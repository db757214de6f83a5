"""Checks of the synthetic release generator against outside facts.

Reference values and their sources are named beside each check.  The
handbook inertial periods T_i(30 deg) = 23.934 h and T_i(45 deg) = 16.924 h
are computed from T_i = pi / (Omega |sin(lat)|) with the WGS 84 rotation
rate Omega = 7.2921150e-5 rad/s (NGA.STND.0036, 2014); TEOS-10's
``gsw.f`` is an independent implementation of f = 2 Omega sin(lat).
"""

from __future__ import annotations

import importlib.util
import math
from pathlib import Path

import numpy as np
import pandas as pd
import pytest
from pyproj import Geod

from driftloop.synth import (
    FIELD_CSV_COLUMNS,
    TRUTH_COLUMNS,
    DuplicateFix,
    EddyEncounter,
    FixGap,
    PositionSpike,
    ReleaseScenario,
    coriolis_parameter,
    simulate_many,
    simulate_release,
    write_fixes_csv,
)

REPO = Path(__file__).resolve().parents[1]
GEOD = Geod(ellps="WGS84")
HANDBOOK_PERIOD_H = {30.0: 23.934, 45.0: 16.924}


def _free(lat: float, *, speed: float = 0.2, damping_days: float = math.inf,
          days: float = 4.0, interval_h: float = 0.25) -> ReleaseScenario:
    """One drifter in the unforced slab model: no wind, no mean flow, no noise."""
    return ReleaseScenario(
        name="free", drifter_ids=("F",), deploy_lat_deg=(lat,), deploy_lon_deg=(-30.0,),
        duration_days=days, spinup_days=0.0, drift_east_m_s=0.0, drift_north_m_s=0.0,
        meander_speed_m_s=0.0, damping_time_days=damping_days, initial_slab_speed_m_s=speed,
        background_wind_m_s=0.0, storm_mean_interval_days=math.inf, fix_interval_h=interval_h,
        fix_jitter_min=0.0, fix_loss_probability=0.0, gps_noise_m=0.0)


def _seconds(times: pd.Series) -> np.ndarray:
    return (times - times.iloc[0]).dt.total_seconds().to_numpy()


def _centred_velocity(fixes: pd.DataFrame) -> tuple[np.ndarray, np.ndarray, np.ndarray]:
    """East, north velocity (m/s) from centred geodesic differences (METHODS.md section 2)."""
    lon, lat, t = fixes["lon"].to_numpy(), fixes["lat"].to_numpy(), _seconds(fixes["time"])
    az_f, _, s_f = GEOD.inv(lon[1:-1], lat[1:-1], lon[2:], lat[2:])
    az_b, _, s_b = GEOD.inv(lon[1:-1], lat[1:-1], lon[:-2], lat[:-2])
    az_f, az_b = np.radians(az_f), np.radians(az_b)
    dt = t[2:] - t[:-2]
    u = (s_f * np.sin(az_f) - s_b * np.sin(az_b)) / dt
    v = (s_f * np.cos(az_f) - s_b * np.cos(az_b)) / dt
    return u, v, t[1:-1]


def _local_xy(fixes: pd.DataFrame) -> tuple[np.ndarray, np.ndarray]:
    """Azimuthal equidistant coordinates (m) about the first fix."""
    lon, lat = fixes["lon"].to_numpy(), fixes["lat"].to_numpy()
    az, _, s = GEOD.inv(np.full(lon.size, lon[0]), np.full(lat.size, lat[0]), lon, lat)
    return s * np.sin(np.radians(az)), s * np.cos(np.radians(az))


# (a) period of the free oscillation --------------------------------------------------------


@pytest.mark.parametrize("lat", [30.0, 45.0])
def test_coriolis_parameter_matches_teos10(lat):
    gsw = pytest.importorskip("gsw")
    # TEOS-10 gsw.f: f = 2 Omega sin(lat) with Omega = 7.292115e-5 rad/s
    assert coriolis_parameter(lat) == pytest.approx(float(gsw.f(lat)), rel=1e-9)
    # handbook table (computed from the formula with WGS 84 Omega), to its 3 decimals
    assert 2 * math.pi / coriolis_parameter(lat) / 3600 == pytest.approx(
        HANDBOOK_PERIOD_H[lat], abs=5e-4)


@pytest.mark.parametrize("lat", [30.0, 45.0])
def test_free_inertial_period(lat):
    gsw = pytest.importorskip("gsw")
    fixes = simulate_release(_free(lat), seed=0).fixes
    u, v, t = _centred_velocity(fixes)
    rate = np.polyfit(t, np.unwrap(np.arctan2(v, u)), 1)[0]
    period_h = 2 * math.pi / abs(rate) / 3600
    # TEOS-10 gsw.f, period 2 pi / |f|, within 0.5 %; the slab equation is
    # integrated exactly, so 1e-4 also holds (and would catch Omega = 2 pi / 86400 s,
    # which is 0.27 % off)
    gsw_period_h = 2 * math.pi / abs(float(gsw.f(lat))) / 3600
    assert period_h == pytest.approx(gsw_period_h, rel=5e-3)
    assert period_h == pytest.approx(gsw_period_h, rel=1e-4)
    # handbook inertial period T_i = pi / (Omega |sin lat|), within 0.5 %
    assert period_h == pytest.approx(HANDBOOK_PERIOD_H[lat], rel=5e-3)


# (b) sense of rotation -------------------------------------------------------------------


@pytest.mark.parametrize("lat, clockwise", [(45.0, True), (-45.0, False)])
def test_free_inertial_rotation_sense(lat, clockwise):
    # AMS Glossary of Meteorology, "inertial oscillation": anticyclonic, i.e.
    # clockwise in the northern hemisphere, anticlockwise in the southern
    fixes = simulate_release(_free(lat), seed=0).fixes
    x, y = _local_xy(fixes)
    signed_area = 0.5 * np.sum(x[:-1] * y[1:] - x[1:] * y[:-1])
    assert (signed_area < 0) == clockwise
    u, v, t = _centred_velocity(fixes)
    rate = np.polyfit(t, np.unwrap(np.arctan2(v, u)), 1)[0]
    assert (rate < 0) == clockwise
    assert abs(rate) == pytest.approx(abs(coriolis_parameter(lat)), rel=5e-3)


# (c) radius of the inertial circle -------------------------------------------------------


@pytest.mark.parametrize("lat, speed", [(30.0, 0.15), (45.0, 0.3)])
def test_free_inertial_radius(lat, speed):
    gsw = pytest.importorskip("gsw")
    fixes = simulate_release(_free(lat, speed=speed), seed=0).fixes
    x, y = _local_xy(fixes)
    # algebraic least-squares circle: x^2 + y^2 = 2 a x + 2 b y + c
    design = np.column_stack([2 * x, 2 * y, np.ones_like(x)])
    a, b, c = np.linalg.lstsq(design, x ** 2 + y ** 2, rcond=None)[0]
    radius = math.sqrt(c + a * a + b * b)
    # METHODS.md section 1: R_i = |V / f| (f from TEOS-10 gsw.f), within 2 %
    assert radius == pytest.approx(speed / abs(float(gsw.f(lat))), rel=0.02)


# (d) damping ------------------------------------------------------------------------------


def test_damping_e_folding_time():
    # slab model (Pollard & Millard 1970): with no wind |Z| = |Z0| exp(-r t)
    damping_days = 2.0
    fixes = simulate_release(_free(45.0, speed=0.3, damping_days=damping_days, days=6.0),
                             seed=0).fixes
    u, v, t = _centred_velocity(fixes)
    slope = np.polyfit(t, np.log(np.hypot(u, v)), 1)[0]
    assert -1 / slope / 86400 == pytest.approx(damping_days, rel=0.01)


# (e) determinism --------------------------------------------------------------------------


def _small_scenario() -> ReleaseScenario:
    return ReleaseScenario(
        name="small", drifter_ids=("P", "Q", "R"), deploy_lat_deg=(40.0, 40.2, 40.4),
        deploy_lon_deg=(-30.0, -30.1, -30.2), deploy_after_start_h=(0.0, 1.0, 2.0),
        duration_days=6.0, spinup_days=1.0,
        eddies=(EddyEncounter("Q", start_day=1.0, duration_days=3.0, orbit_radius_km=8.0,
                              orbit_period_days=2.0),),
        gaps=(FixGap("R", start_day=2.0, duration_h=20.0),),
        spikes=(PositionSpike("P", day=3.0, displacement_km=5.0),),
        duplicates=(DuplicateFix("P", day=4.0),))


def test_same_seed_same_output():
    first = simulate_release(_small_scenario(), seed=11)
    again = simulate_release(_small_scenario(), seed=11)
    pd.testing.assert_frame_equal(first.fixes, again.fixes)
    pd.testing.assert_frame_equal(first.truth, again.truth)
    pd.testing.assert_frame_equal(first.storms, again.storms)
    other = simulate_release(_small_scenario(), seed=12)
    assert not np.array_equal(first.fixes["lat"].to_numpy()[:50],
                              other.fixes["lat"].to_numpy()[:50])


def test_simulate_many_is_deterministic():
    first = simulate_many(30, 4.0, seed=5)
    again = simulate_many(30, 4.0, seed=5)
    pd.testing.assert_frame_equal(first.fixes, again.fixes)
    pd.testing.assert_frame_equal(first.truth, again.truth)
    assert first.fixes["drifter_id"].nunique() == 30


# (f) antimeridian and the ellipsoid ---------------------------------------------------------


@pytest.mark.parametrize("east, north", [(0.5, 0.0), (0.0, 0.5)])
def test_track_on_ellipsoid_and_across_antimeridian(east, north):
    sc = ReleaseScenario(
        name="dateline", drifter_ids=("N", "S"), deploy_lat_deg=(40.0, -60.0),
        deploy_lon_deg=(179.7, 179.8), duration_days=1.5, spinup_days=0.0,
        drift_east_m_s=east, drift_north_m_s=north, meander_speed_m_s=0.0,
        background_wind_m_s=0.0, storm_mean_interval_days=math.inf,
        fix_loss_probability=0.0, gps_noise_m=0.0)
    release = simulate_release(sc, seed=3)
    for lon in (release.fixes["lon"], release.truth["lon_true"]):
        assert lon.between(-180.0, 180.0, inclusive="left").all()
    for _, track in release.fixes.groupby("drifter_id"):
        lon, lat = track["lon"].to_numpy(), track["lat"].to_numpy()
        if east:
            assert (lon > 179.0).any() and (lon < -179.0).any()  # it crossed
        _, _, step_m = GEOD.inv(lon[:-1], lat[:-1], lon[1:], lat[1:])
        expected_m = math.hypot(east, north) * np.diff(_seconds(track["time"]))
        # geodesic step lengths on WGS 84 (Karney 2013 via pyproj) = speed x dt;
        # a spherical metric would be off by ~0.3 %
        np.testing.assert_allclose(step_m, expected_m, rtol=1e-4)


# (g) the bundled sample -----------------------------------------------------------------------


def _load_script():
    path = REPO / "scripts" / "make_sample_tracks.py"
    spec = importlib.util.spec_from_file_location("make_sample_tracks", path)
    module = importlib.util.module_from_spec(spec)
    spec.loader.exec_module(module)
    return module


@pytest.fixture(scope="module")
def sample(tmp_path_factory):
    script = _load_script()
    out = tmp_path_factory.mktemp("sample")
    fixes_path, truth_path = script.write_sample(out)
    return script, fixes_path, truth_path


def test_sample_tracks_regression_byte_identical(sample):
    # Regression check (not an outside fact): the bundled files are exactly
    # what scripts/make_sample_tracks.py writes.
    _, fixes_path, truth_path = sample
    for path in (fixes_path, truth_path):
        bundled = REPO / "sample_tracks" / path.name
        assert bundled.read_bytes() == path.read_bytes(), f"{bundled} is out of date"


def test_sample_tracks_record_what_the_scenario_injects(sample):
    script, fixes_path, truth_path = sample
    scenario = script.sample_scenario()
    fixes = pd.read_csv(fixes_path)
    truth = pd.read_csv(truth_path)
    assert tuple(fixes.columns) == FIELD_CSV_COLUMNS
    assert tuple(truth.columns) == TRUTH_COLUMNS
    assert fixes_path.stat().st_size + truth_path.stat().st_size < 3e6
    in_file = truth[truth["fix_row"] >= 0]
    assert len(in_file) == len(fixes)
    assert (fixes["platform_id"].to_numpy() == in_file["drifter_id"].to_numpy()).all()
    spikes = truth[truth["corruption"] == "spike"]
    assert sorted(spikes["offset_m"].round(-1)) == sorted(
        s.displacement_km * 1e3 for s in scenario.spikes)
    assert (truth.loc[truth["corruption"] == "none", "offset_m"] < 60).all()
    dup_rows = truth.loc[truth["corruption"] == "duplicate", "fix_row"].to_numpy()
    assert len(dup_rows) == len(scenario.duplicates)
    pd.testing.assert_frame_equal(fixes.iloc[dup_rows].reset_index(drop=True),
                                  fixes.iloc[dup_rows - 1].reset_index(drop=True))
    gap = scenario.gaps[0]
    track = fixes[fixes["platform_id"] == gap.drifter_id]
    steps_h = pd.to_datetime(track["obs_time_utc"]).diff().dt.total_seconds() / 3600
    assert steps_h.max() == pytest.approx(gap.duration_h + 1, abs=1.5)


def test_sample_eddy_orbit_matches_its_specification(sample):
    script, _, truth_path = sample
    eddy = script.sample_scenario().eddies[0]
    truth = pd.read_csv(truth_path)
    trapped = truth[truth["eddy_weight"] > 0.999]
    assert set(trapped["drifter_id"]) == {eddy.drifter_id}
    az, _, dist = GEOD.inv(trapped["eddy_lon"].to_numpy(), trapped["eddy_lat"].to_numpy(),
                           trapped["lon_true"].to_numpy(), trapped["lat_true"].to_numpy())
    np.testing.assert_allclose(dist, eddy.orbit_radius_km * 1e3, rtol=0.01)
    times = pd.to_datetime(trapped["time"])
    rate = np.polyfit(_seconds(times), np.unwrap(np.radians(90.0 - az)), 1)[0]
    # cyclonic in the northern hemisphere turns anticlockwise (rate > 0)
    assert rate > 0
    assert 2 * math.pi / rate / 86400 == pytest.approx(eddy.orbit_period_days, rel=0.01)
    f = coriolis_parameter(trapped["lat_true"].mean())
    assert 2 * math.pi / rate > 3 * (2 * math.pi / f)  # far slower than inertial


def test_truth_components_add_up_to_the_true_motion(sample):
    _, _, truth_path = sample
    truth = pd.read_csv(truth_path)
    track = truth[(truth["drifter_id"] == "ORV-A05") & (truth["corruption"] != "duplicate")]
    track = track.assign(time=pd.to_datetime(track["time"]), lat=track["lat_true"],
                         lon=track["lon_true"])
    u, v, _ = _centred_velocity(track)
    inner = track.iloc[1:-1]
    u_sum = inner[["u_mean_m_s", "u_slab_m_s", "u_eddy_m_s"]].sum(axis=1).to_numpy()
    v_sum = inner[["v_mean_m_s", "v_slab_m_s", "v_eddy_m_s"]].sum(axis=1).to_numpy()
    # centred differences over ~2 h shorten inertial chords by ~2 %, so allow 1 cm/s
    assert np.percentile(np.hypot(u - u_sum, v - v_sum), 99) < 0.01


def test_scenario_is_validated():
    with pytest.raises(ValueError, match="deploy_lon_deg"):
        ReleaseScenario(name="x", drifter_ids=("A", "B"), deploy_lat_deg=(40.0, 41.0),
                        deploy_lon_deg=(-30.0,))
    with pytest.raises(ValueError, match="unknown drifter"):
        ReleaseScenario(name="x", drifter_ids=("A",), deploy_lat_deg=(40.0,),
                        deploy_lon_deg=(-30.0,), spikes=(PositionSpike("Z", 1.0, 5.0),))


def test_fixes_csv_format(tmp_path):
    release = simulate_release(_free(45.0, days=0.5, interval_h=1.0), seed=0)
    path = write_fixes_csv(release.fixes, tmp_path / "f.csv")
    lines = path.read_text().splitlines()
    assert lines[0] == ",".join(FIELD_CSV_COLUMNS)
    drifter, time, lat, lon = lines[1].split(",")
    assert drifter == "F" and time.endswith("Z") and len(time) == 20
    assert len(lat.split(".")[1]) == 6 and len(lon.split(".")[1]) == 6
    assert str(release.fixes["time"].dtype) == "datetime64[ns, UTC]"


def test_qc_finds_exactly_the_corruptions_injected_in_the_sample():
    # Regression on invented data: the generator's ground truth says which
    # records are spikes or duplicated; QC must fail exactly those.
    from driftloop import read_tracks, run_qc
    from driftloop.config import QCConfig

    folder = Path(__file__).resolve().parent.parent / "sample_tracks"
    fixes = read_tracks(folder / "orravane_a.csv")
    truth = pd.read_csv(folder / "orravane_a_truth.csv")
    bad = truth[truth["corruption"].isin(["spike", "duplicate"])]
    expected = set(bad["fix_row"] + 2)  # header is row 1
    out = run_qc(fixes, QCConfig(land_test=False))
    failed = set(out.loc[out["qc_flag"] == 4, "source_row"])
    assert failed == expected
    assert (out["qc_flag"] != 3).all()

• • • •

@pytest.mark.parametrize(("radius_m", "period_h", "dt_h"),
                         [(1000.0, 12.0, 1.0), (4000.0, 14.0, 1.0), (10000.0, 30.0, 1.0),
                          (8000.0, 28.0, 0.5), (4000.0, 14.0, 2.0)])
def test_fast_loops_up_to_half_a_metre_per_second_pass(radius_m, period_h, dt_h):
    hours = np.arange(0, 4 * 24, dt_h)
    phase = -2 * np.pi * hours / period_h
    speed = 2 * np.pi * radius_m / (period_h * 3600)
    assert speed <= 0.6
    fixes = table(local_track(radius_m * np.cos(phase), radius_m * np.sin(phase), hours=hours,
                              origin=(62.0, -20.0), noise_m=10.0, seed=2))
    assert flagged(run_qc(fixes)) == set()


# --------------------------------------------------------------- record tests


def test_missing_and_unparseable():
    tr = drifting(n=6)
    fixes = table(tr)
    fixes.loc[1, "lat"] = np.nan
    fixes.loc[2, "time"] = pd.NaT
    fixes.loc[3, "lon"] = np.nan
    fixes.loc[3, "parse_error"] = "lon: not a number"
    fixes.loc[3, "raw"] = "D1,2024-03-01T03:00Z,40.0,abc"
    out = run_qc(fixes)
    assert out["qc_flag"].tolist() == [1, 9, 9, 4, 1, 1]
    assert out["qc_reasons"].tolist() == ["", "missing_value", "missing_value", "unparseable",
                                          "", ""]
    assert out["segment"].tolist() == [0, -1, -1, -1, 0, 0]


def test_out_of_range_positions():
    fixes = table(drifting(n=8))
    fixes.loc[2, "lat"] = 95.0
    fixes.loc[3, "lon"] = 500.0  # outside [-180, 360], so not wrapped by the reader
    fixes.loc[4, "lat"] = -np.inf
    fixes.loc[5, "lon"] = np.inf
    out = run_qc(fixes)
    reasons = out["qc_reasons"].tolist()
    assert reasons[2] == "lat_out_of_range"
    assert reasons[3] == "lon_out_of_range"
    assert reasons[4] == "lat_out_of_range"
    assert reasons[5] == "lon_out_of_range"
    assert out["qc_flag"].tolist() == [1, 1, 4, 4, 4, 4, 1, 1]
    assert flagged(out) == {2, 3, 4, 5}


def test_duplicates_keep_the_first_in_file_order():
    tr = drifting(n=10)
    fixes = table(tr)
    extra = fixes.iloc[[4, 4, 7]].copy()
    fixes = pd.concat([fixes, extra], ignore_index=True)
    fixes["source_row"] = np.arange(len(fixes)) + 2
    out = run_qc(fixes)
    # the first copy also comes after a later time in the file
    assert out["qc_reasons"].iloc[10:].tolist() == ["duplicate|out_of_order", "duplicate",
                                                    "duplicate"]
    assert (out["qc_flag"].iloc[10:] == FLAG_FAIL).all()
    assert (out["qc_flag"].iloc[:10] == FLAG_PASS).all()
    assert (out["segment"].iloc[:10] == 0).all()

• • • •

What you will do: In the data above, find each line that has the word "phase" and copy it out.

Your response:
    phase = -2 * np.pi * hours / period_h
    fixes = table(local_track(radius_m * np.cos(phase), radius_m * np.sin(phase), hours=hours,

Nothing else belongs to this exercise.